D'après lui, les hauteurs font l'objet de timides incursions :
"Plusieurs personnes qui ont resté dans l'île ont tenté par diverses fois de la traverser du nord au sud ou de l'est à l'ouest pour tâcher à reconnaître un étang que l'on avait marqué dans les cartes sur la plus haute montagne de l'île (ce fameux lac "tout entouré de montagne" imaginé par Antoine Thoreau et reporté sur la carte par Flacourt!). Ces découvreurs n'ont pu arriver jusque là : la difficulté des chemins, les montagnes qu'il faut grimper et la vue des précipices qu'il faut franchir ont fait retourner ces gens-là sans avoir pu passer au lieu où ils avaient dessein d'aller, et il y a peu d'apparence que jamais personne y ait été."

Il ajoute lucide :
"L'étang que l'on voit marqué dans les cartes est apparemment un jeu de dessinateur".

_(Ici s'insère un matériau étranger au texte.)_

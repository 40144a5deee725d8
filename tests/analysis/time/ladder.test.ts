import { describe, expect, test } from 'vitest';
import type { Capture } from '@/analysis/image';
import { measureLadder } from '@/analysis/time/ladder';
import type { LadderShot } from '@/analysis/time/ladder-shots';
import { photographLadder, rungsOf } from './ladder-scenes';

const scene = {
  width: 1000,
  height: 750,
  toneContrast: 1.25,
  shadingCornerEv: -0.8,
  lightTiltEv: 0.1,
  snrDb: 36,
  blurSigma: 0.8,
} as const;
const allowed = 0.03; // measurements.md

// Truth by construction: exposures planted by the renderer, which shares nothing with the analysis.
test('planted errors of single rungs come back within 0.03 EV, the Exif’s labels notwithstanding', async () => {
  const planted = [0, 0.2, 0, -0.12, 0];
  const { metrics, warnings } = await photographLadder(scene, rungsOf(0, planted));
  const steps = metrics.filter(({ name }) => name === 'ladder.step');
  expect(steps.map(({ zone }) => zone)).toEqual(['1/500', '1/250', '1/125', '1/60', '1/30']);
  steps.forEach(({ value }, i) => {
    expect(Math.abs(value - planted[i]!)).toBeLessThan(allowed);
  });
  const worst = metrics.find(({ name }) => name === 'ladder.worst');
  expect(Math.abs(worst!.value - 0.2)).toBeLessThan(allowed);
  expect(warnings).toEqual([]);
});

test('a rung that clips is left out and named, the others stay', async () => {
  const rungs = rungsOf(0.9, [0, 0, 0.1, 0, 0]);
  const { metrics, warnings } = await photographLadder(scene, rungs);
  const zones = metrics.filter(({ name }) => name === 'ladder.step').map(({ zone }) => zone);
  expect(zones).not.toContain('1/30');
  expect(zones.length).toBeGreaterThanOrEqual(3);
  const clipped = warnings.find(({ code }) => code === 'ladder-rung-clipped');
  expect(clipped?.zone).toBe('1/30');
  expect(clipped?.message).toContain('rung-4.jpg');
  const middle = metrics.find(({ zone }) => zone === '1/125');
  expect(Math.abs(middle!.value - 0.1)).toBeLessThan(allowed);
});

const capture: Capture = {
  make: null,
  model: null,
  serial: null,
  exposureTime: 1 / 125,
  fNumber: 5.6,
  iso: 100,
  exposureBias: null,
  focalLength: null,
  takenAt: null,
  program: 'manual',
  flash: null,
  software: null,
};
const reflectances = [0.048, 0.072, 0.103, 0.142, 0.19, 0.248, 0.317, 0.397, 0.49, 0.6, 0.72];

/** Greys of a camera with gamma 1.2, without noise. */
function shot(name: string, ev: number, settings: Partial<Capture>): LadderShot {
  const greys = reflectances
    .map((light) => ({ light, luminance: 0.18 * ((light * 2 ** ev) / 0.18) ** 1.2 }))
    .filter(({ luminance }) => luminance < 0.98)
    .map((grey) => ({ ...grey, uncertainty: 0.003 * grey.luminance }));
  return {
    name,
    capture: { ...capture, ...settings },
    greys,
    median: { name: 'exposure.median', value: ev, unit: 'EV', uncertainty: 0.005 },
    clippedHighlights: 0,
  };
}
const stepsOf = (shots: readonly LadderShot[]) =>
  measureLadder(shots).metrics.filter(({ name }) => name === 'ladder.step');

describe('what the settings should give', () => {
  // STANDARDS §14: judge against 1/128, not 1/125; labels are up to 0.09 EV off.
  test('exact series values of times, apertures and ISO: a faithful camera has no error', () => {
    const shots = [
      shot('a', -1, { exposureTime: 1 / 250 }),
      shot('b', 0, {}),
      shot('c', 0, { exposureTime: 1 / 60, fNumber: 8 }),
      shot('d', 1, { exposureTime: 1 / 60 }),
      shot('e', 1, { iso: 200 }),
      shot('f', 1 / 3, { exposureTime: 1 / 100 }),
    ];
    for (const { value } of stepsOf(shots)) expect(Math.abs(value)).toBeLessThan(0.004);
  });

  test('zones name what varies', () => {
    const apertures = [
      shot('a', 0, {}),
      shot('b', -1, { fNumber: 8 }),
      shot('c', 1, { fNumber: 4 }),
    ];
    expect(stepsOf(apertures).map(({ zone }) => zone)).toEqual(['f/5.6', 'f/8', 'f/4']);
    const both = [shot('a', 0, {}), shot('b', 0, { exposureTime: 1 / 60, fNumber: 8 })];
    expect(stepsOf(both).map(({ zone }) => zone)).toEqual(['1/125 f/5.6', '1/60 f/8']);
  });

  // JCGM 100 4.2.3: the scatter of repeats counts when it is larger than what the frames state.
  test('repeats of a rung are averaged, and their scatter is its uncertainty', () => {
    const shots = [
      shot('a', 0, {}),
      shot('b', -1.1, { exposureTime: 1 / 250 }),
      shot('c', -0.9, { exposureTime: 1 / 250 }),
      shot('d', 1, { exposureTime: 1 / 60 }),
    ];
    const twice = stepsOf(shots).find(({ zone }) => zone === '1/250')!;
    expect(Math.abs(twice.value)).toBeLessThan(0.005);
    expect(twice.uncertainty).toBeGreaterThan(0.1);
  });
});

describe('what can’t be compared is named', () => {
  const codes = (shots: readonly LadderShot[]) =>
    measureLadder(shots).warnings.map(({ code, zone }) => `${code} ${zone ?? ''}`.trim());

  test('no exposure time, no target, no codes in common, too dark', () => {
    const others = [shot('a', 0, {}), shot('b', 1, { exposureTime: 1 / 60 })];
    const untimed = shot('untimed.jpg', 0, { exposureTime: null });
    const { warnings } = measureLadder([...others, untimed]);
    expect(warnings[0]?.message).toContain('untimed.jpg');
    const bare = { ...shot('bare', -1, { exposureTime: 1 / 250 }), greys: null };
    expect(codes([...others, bare])).toEqual(['ladder-rung-left-out 1/250']);
    const dark = shot('dark', -6.2, { exposureTime: 1 / 8000 });
    expect(codes([...others, dark])).toEqual(['ladder-rung-clipped 1/8000']);
    expect(codes([shot('a', 0, {})])).toEqual(['ladder-too-short']);
  });

  test('another ISO, another curve', () => {
    expect(codes([shot('a', 0, {}), shot('b', 1, { iso: 200 })])).toEqual(['ladder-iso-varies']);
    const bent = shot('b', 0, { exposureTime: 1 / 60 });
    const greys = bent.greys!.map((g) => ({ ...g, luminance: g.luminance ** 1.5 }));
    expect(codes([shot('a', 0, {}), { ...bent, greys }])).toContain('ladder-curve-changed');
  });
});

describe('without greys only a null method', () => {
  const bare = (name: string, ev: number, settings: Partial<Capture>) => ({
    ...shot(name, ev, settings),
    greys: null,
  });

  // STANDARDS §14: reciprocal pairs (t·k, N·√k) must give equal codes.
  test('reciprocal settings are compared, the rest is named', () => {
    const { metrics, warnings } = measureLadder([
      bare('a', 0, {}),
      bare('b', 0.1, { exposureTime: 1 / 60, fNumber: 8 }),
      bare('c', 0, { exposureTime: 1 / 30, fNumber: 11 }),
      bare('d', 1, { exposureTime: 1 / 60 }),
    ]);
    const steps = metrics.filter(({ name }) => name === 'ladder.step');
    expect(steps.map(({ zone }) => zone)).toEqual(['1/125 f/5.6', '1/60 f/8', '1/30 f/11']);
    expect(steps[1]!.value).toBeCloseTo(0.1, 6);
    expect(steps[1]!.uncertainty).toBeGreaterThan(0.025);
    expect(warnings.map(({ code, zone }) => `${code} ${zone ?? ''}`.trim())).toEqual([
      'ladder-no-greys',
      'ladder-rung-left-out 1/60 f/5.6',
    ]);
  });

  test('a plain ladder of times gives no number at all', () => {
    const shots = [bare('a', 0, {}), bare('b', 1, { exposureTime: 1 / 60 })];
    expect(measureLadder(shots).metrics).toEqual([]);
  });
});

Notons toutefois que, malgré la difficulté des incursions, la montagne n'est pas forcément perçue comme hostile ; François Martin assure que "l'on a reconnu dans ces tentatives que l'on a faites, qu'il y a de beaux pays dans le plus haut de l'île, des campagnes fort étendues, bonnes et remplies d'herbes, des arbres d'une grosseur et d'une hauteur extraordinaires".

Là encore, s'il ne s'agit pas de paysage, mais le pays, même montagneux, apparaît par endroits potentiellement bon.

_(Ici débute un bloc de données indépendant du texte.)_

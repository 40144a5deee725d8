/**
 * The exact numbers behind the rounded labels of exposure times, apertures and sensitivities. Cameras time in powers of two and the
 * labels round them: 1/125 stands for 1/128 s, 0.093 EV from 1/120 (series of ISO 516 and common practice; check-values
 * `exposure_apex`). What is no label of a series is taken as it is.
 */
export type Division = 'third' | 'half';

/** Labels with their place in the series, in thirds of a stop from 1 s, or in half stops. */
type Label = readonly [label: number, place: number];

const thirdTimes: readonly Label[] = [
  ...[
    30,
    25,
    20,
    15,
    13,
    10,
    8,
    6,
    5,
    4,
    3.2,
    2.5,
    2,
    1.6,
    1.3,
    1,
    0.8,
    0.6,
    1 / 2,
    0.4,
    0.3,
    1 / 4,
  ],
  ...[5, 6, 8, 10, 13, 15, 20, 25, 30, 40, 50, 60, 80, 100, 125, 160, 200, 250, 320, 400].map(
    invert,
  ),
  ...[500, 640, 800, 1000, 1250, 1600, 2000, 2500, 3200, 4000, 5000, 6400, 8000].map(invert),
  ...[10_000, 12_800, 16_000, 20_000, 25_600, 32_000].map(invert),
].map((label, i) => [label, 15 - i]);
/** Other ways to write a label of the same place. */
const thirdTimesToo: readonly Label[] = [
  [1 / 1.3, -1],
  [1 / 1.6, -2],
  [1 / 2.5, -4],
  [1 / 3, -5],
];
const halfTimes: readonly Label[] = [
  ...[32, 22, 16, 11, 8, 6, 4, 3, 2, 1.5, 1, 0.7, 1 / 2, 0.3, 1 / 4, 1 / 6, 1 / 8, 1 / 10],
  ...[15, 20, 30, 45, 60, 90, 125, 180, 250, 350, 500, 750, 1000, 1500, 2000].map(invert),
  ...[3000, 4000, 6000, 8000].map(invert),
].map((label, i) => [label, 10 - i]);
const halfTimesToo: readonly Label[] = [
  [30, 10],
  [15, 8],
  [1 / 3, -3],
];
const thirdApertures: readonly Label[] = [
  1, 1.1, 1.2, 1.4, 1.6, 1.8, 2, 2.2, 2.5, 2.8, 3.2, 3.5, 4, 4.5, 5, 5.6, 6.3, 7.1, 8, 9, 10, 11,
  13, 14, 16, 18, 20, 22, 25, 29, 32,
].map((label, i) => [label, i]);
const halfApertures: readonly Label[] = [
  1, 1.2, 1.4, 1.7, 2, 2.4, 2.8, 3.3, 4, 4.8, 5.6, 6.7, 8, 9.5, 11, 13, 16, 19, 22, 27, 32,
].map((label, i) => [label, i]);
const thirdSpeeds: readonly Label[] = [
  50, 64, 80, 100, 125, 160, 200, 250, 320, 400, 500, 640, 800, 1000, 1250, 1600, 2000, 2500, 3200,
  4000, 5000, 6400, 8000, 10_000, 12_800, 16_000, 20_000, 25_600, 32_000, 40_000, 51_200,
].map((label, i) => [label, i - 3]);

/** How far metadata may be off a label, relative: 0.0167 for 1/60, not 1/124 for 1/125. */
const labelSlack = 0.004;

function invert(value: number): number {
  return 1 / value;
}

function placeOf(value: number, labels: readonly Label[]): number | null {
  const near = labels.find(([label]) => Math.abs(value / label - 1) < labelSlack);
  return near ? near[1] : null;
}

/** Half stops when a time or an aperture is told that only that series has, as 1/90 or f/6.7; else thirds. */
export function divisionOf(times: readonly number[], fNumbers: readonly number[] = []): Division {
  const onlyHalf = (value: number, half: readonly Label[], third: readonly Label[]) =>
    placeOf(value, half) !== null && placeOf(value, third) === null;
  const half =
    times.some((t) => onlyHalf(t, halfTimes, [...thirdTimes, ...thirdTimesToo])) ||
    fNumbers.some((n) => onlyHalf(n, halfApertures, thirdApertures));
  return half ? 'half' : 'third';
}

/** s → s: 1/125 → 1/128, 1/60 → 1/64, 30 → 32. */
export function exactTime(seconds: number, division: Division = 'third'): number {
  const labels =
    division === 'half' ? [...halfTimes, ...halfTimesToo] : [...thirdTimes, ...thirdTimesToo];
  const place = placeOf(seconds, labels);
  return place === null ? seconds : 2 ** (place / (division === 'half' ? 2 : 3));
}

/** 5.6 → 4√2, 11 → 8√2. Small compacts have apertures of their own, such as f/3.1: they stay. */
export function exactFNumber(fNumber: number, division: Division = 'third'): number {
  const place = placeOf(fNumber, division === 'half' ? halfApertures : thirdApertures);
  return place === null ? fNumber : 2 ** (place / (division === 'half' ? 4 : 6));
}

/** 125 → 126, 3200 stays. */
export function exactSpeed(iso: number): number {
  const place = placeOf(iso, thirdSpeeds);
  return place === null ? iso : 100 * 2 ** (place / 3);
}

/** The exposure time as a camera writes it: 1/125, 0.6, 2; s. */
export function timeLabel(seconds: number): string {
  const labels = [...thirdTimes, ...halfTimes];
  const near = labels.find(([label]) => Math.abs(seconds / label - 1) < labelSlack)?.[0] ?? seconds;
  if (near >= 0.26) return String(Number(near.toPrecision(2)));
  return `1/${Math.round(1 / near)}`;
}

Après Carpeau du Saussay, plusieurs textes reprennent l'évocation classique du bon pays, abondant en gibier, en eau pure, sain, etc. L'île est presque systématiquement comparée au "paradis terrestre" (Jacques Ruelle, Père Claude Guiart, Abbé Carré, Boureau-Deslandes...) ou mieux au "paradis des délices du genre humain", selon le Père Vachet ! Mais il n'y a toujours aucune vision de paysage dans la débauche des richesses toutes terrestres et notamment alimentaires de l'île. Et le "prospectus" imprimé par Henri Duquesne en 1689 où il vante les avantages de l'île qu'il nomme Eden pour attirer les Huguenots menacés par la révocation de l'Edit de Nantes n'échappe pas à la règle.

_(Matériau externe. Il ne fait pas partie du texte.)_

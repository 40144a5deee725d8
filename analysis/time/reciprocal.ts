import type { GroupResult, Metric, Warning } from '../result.ts';
import { median } from '../statistics/outliers.ts';
import {
  clippedRung,
  leftOut,
  muchClipping,
  overExposed,
  type PlacedShot,
} from './ladder-shots.ts';

/** Nominal exposures this close count as equal, EV. */
const equal = 0.02;
/** Through the sRGB curve a small difference is told to this share: cameras' contrast is within 0.8–1.4. Our choice. */
const contrastDoubt = 0.25;
/** Differences beyond this are no longer small, EV. */
const smallDifference = 0.5;

/**
 * A ladder without greys. Without a tone response no step can be told; but settings that should give equal light (t · k with N · √k)
 * must give equal codes, whatever the curve: the null method. Each of such rungs is compared with the median of its equals, by the
 * frame's median; the rest is named. The picture itself must be the same in all frames.
 */
export function compareReciprocals(
  shots: readonly PlacedShot[],
  earlier: readonly Warning[],
): GroupResult {
  const warnings: Warning[] = [...earlier, noGreys];
  const metrics: Metric[] = [];
  const open = shots.filter((shot) => {
    const clipped = shot.median === null || shot.clippedHighlights > muchClipping;
    if (clipped) warnings.push(clippedRung(shot.name, shot.zone, overExposed));
    return !clipped;
  });
  const waiting = new Set(open);
  for (const first of open) {
    if (!waiting.has(first)) continue;
    const equals = [...waiting].filter((s) => Math.abs(s.nominal - first.nominal) < equal);
    for (const shot of equals) waiting.delete(shot);
    const zones = new Set(equals.map(({ zone }) => zone));
    if (zones.size > 1) metrics.push(...compare(equals, warnings));
    else for (const { name, zone } of equals) warnings.push(leftOut(name, zone, alone));
  }
  return { metrics: withWorst(metrics), warnings };
}

const alone =
  'without the target’s greys only settings that should give equal light can be compared';

const brightness = (shot: PlacedShot) => shot.median?.value ?? 0;

function compare(shots: readonly PlacedShot[], warnings: Warning[]): Metric[] {
  const middle = median(shots.map(brightness));
  const zones = [...new Set(shots.map(({ zone }) => zone))];
  return zones.flatMap((zone) => {
    const mine = shots.filter((shot) => shot.zone === zone);
    const value = mine.reduce((sum, s) => sum + brightness(s) / mine.length, 0) - middle;
    if (Math.abs(value) > smallDifference) {
      const reason = `it differs by about ${Math.abs(value).toFixed(1)} EV, too much to tell without greys`;
      for (const { name } of mine) warnings.push(leftOut(name, zone, reason));
      return [];
    }
    const noise = Math.hypot(...mine.map((s) => s.median?.uncertainty ?? 0)) / mine.length;
    const uncertainty = Math.hypot(noise, contrastDoubt * Math.abs(value), 0.01);
    return [{ name: 'ladder.step', zone, value, unit: 'EV', uncertainty }];
  });
}

function withWorst(steps: Metric[]): Metric[] {
  if (steps.length === 0) return [];
  const worst = steps.reduce((a, b) => (Math.abs(b.value) > Math.abs(a.value) ? b : a));
  const { uncertainty } = worst;
  const value = Math.abs(worst.value);
  return [...steps, { name: 'ladder.worst', value, unit: 'EV', uncertainty }];
}

const noGreys: Warning = {
  code: 'ladder-no-greys',
  message:
    'No target was found, so light can’t be read in stops: only settings that should give equal light are compared, through the sRGB curve. Photograph the ladder of the target.',
};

La relation de Guillaume Houssaye sur le séjour de quelques jours qu'il fit en 1689 est la première à évoquer la côte Ouest, en terme il est vrai encore très "maritimes". Et là encore il ne s'agit que de pays, dans lequel on juge sa capacité à produire :

"Les Trois-Bassins sont au pied d'une ravine qui est la plus proche de Saint-Gilles vers le sud. Ensuite il y a un petit cap environ une lieue au sud, qui est un peu plus escarpé, où il y a deux fort grandes ravines. Ce cap est nommé le Colimaçon. Les chaloupes n'y peuvent approcher, mais à demi-lieue de là il y a une petite anse au-dedans des cayes appelée le boucan de Laleu (ou Saint-Leu), où les chaloupes se peuvent mettre à l'abri sans risque (...). Il est à remarquer que de là à la grande pointe, distante d'une lieue, il y a un autre petit cap où les cayes ou récifs contiennent tout le long de la côte sans qu'on en puisse approcher pour descendre à terre. (...) De Saint-Gilles à la grande pointe tout ce pays est brûlé et n'est presque que roche où il ne croît rien du tout, que des arbres de benjoin et des lataniers dont les cabris vivent".